T+1:30, Walk in explain that were tripping, what on etc. get berated a bit for taking dangerous drugs, we haed off and have a bucket, the weed sets a nice gloy to things start feeling relaxed, never thought about the paranoia again, psyche and sense of place were still all over the place thou. I sit down and watch a movie the lcd screen is warping and colours are irridesent, nothing is staying still, and the closer I look the more it's moving, seeing in fractles was the best term we had for it. I finally work out the film is 'Half Baked' plot line is impossible to understand and i wander back to the kitchen, friend comments that the trip is like film editing, laugh, yeh trying to make sense of a whole when you can only focus in little bits.
T+2:30, another (very drunk) friend comes back home, I then suggest we take the remaining Squid I have left, about, 65mg. The drunk friend and myself take the battle lines, we go back downstairs smoke a few more buckets and and feeling good but ravaged, i sit on the couch and wander between bedrooms till morning, at one point sitting witht the drunk frien we agree that the trip was amazing, I lost any real grasp that I'd have 2 and 3x as much as my friends.

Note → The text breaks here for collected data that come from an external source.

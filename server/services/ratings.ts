import { QueryTypes } from 'sequelize'
import { db } from '../db/sequelize'
import { insertEvent } from '../data/events'
import { withTransaction } from '../db/transaction'
import { conflict, forbidden, notFound } from '../errors'
import { ratingSchema, type Rating, type RatingInput } from '../../shared/schemas/metrics'
import type { User } from '../../shared/schemas/auth'
import { isStaff, readableCase } from './access'
import { publishCase } from './live'

interface RatingRow { case_id: string; score: number; comment: string; created_at: Date }
const toRating = (r: RatingRow): Rating => ({ caseId: r.case_id, score: r.score, comment: r.comment, createdAt: new Date(r.created_at).toISOString() })

/** The listener rates a closed case once (1–5 and a comment); the rating also goes into the case's history. */
export async function rateCase(user: User, caseId: string, input: RatingInput): Promise<Rating> {
  const body = ratingSchema.parse(input)
  if (user.role !== 'listener') throw forbidden('Only the listener who opened the case rates it')
  const c = await readableCase(user, caseId)
  if (c.listenerId !== user.id) throw notFound('That case')
  if (c.status !== 'closed') throw conflict('A case can be rated once it is closed', 'not_closed')
  return withTransaction(async (t, afterCommit) => {
    const rows = await db().query<RatingRow>(
      `INSERT INTO case_ratings (case_id, listener_id, score, comment) VALUES ($1, $2, $3, $4)
       ON CONFLICT (case_id) DO NOTHING RETURNING case_id, score, comment, created_at`,
      { bind: [caseId, user.id, body.score, body.comment], type: QueryTypes.SELECT, transaction: t },
    )
    if (!rows.length) throw conflict('You have already rated this case; thank you', 'already_rated')
    const seq = await insertEvent({ caseId, actorId: user.id, kind: 'rated', data: { score: body.score } }, t)
    afterCommit(() => publishCase(caseId, { type: 'case.event', caseId, seq, kind: 'rated' }))
    return toRating(rows[0])
  })
}

/** The case's rating, for its listener and the team; null when there is none yet. */
export async function getRating(user: User, caseId: string): Promise<Rating | null> {
  const c = await readableCase(user, caseId)
  if (c.listenerId !== user.id && !isStaff(user)) throw notFound('That case')
  const rows = await db().query<RatingRow>('SELECT case_id, score, comment, created_at FROM case_ratings WHERE case_id = $1', {
    bind: [caseId], type: QueryTypes.SELECT,
  })
  return rows[0] ? toRating(rows[0]) : null
}
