import { defineQueue, registerWorker } from '../jobs/queue'
import { findFile, setAnalysis } from '../data/files'
import { insertEvent } from '../data/events'
import { storage } from '../storage'
import { handleAnalysisJob } from '../analysis/service'
import type { PredictedReflection } from '../../shared/signal/index'
import { latestTriage } from './triage'
import { publishCase } from './live'

export const ANALYSE_MEASUREMENT = 'analyse-measurement'

/**
 * Measurement analysis runs as a job: a crash or time-out is retried a few times with backoff;
 * a file that cannot be analysed is recorded with its reason at once.
 */
defineQueue(ANALYSE_MEASUREMENT, { retryLimit: 3, retryDelay: 5, retryBackoff: true, expireInSeconds: 300 })

/** The case's predicted first-order reflections (main seat, first speaker), to name measured peaks by surface. */
async function predictedFor(caseId: string): Promise<PredictedReflection[] | undefined> {
  const triage = await latestTriage(caseId)
  const list = (triage?.reflections ?? []) as { surface: string; delayMs: number; levelDb: number; speaker?: string; seat?: string; order?: number }[]
  if (!list.length) return undefined
  const speaker = list[0].speaker
  const seat = list[0].seat
  return list
    .filter((r) => r.speaker === speaker && r.seat === seat && (r.order === undefined || r.order === 1))
    .map((r) => ({ surface: r.surface, delayMs: r.delayMs, levelDb: r.levelDb })) as PredictedReflection[]
}

async function after(fileId: string, status: string) {
  const f = await findFile(fileId)
  if (!f) return
  const seq = await insertEvent({ caseId: f.caseId, actorId: null, kind: 'analysis', data: { fileId, status, name: f.originalName, reason: f.analysisError } })
  publishCase(f.caseId, { type: 'case.analysis', caseId: f.caseId, fileId, status })
  publishCase(f.caseId, { type: 'case.event', caseId: f.caseId, seq, kind: 'analysis' })
}

export async function runAnalysisJob(job: { data: { fileId: string } }) {
  await handleAnalysisJob(job, {
    loadFile: async (fileId) => {
      const f = await findFile(fileId)
      if (!f) throw new Error(`file ${fileId} no longer exists`)
      await setAnalysis(fileId, 'running', null, null)
      return { bytes: await storage().getBuffer(f.storageKey), fileName: f.originalName, predicted: await predictedFor(f.caseId) }
    },
    saveResult: async (fileId, result) => {
      await setAnalysis(fileId, 'done', result, null)
      await after(fileId, 'done')
    },
    saveFailure: async (fileId, reason) => {
      await setAnalysis(fileId, 'failed', null, reason)
      await after(fileId, 'failed')
    },
  })
}

registerWorker<{ fileId: string }>(ANALYSE_MEASUREMENT, runAnalysisJob)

The visuals over this period were intense and when i closed my eyes it was a void of something that wasn't quite light, ideas of things could rush at me out of this void, all very weird never experianced a reality like this on and other substance.
The floorboard made out of bleeding jarrah did in fact bleed and I preferred not to look at them, evil could still come out of the shadows.
T+ Dawn: Feeling a changed man I put on my sunglasses and walk out of my friends house, visuals and still strong, body is physicaly exhausted. On my walking home I have to remover the sunglasses because of the contrast of light blurry vision and dark hallucination vision.
When I get home I take a shower I can feel the heat of the water but not the actual showering itself, the shower screens still moving and I can't make sense of the world around me, physical co-ordinate is worse than at the end of a 5 day weekend , no sleep. decide to sit down play on my computer and listen to music, I soo become absorbed in looking at images on my computer, pass a few more hours with the extra colours and warmth from my vision and pass out.
On 2C-T-2 trips since negetive effects haven't noticable in strength, even with insufflated dose bordering on 30mg.
After tripping on Squid-love, I've wanted to take ecstacy less and have noted that even when i do the experiance feels suppressed, I think this is all mental, but it could be a lasting side effect.
I feel that on this first trip I had far too much or the substance, I was removed for my ego and my psyche, the empathy and communicating with people while feeling like a different person, humaitarian emotions intensified. It was a ++++ trip but I do feel desestised to my trips of anykind now, when you come close to killing yourself and love every second...
I feel the urge to take 2C-T-2 now, I'd say it's addictive mentally, a few of my friends agree, altough not a powerful addiction it's wispering in your ear remind one that it's never not a choice, you want to try it again. I'd say thou the drug is an accquierd taste, it borders so close on an unpleasent experiance.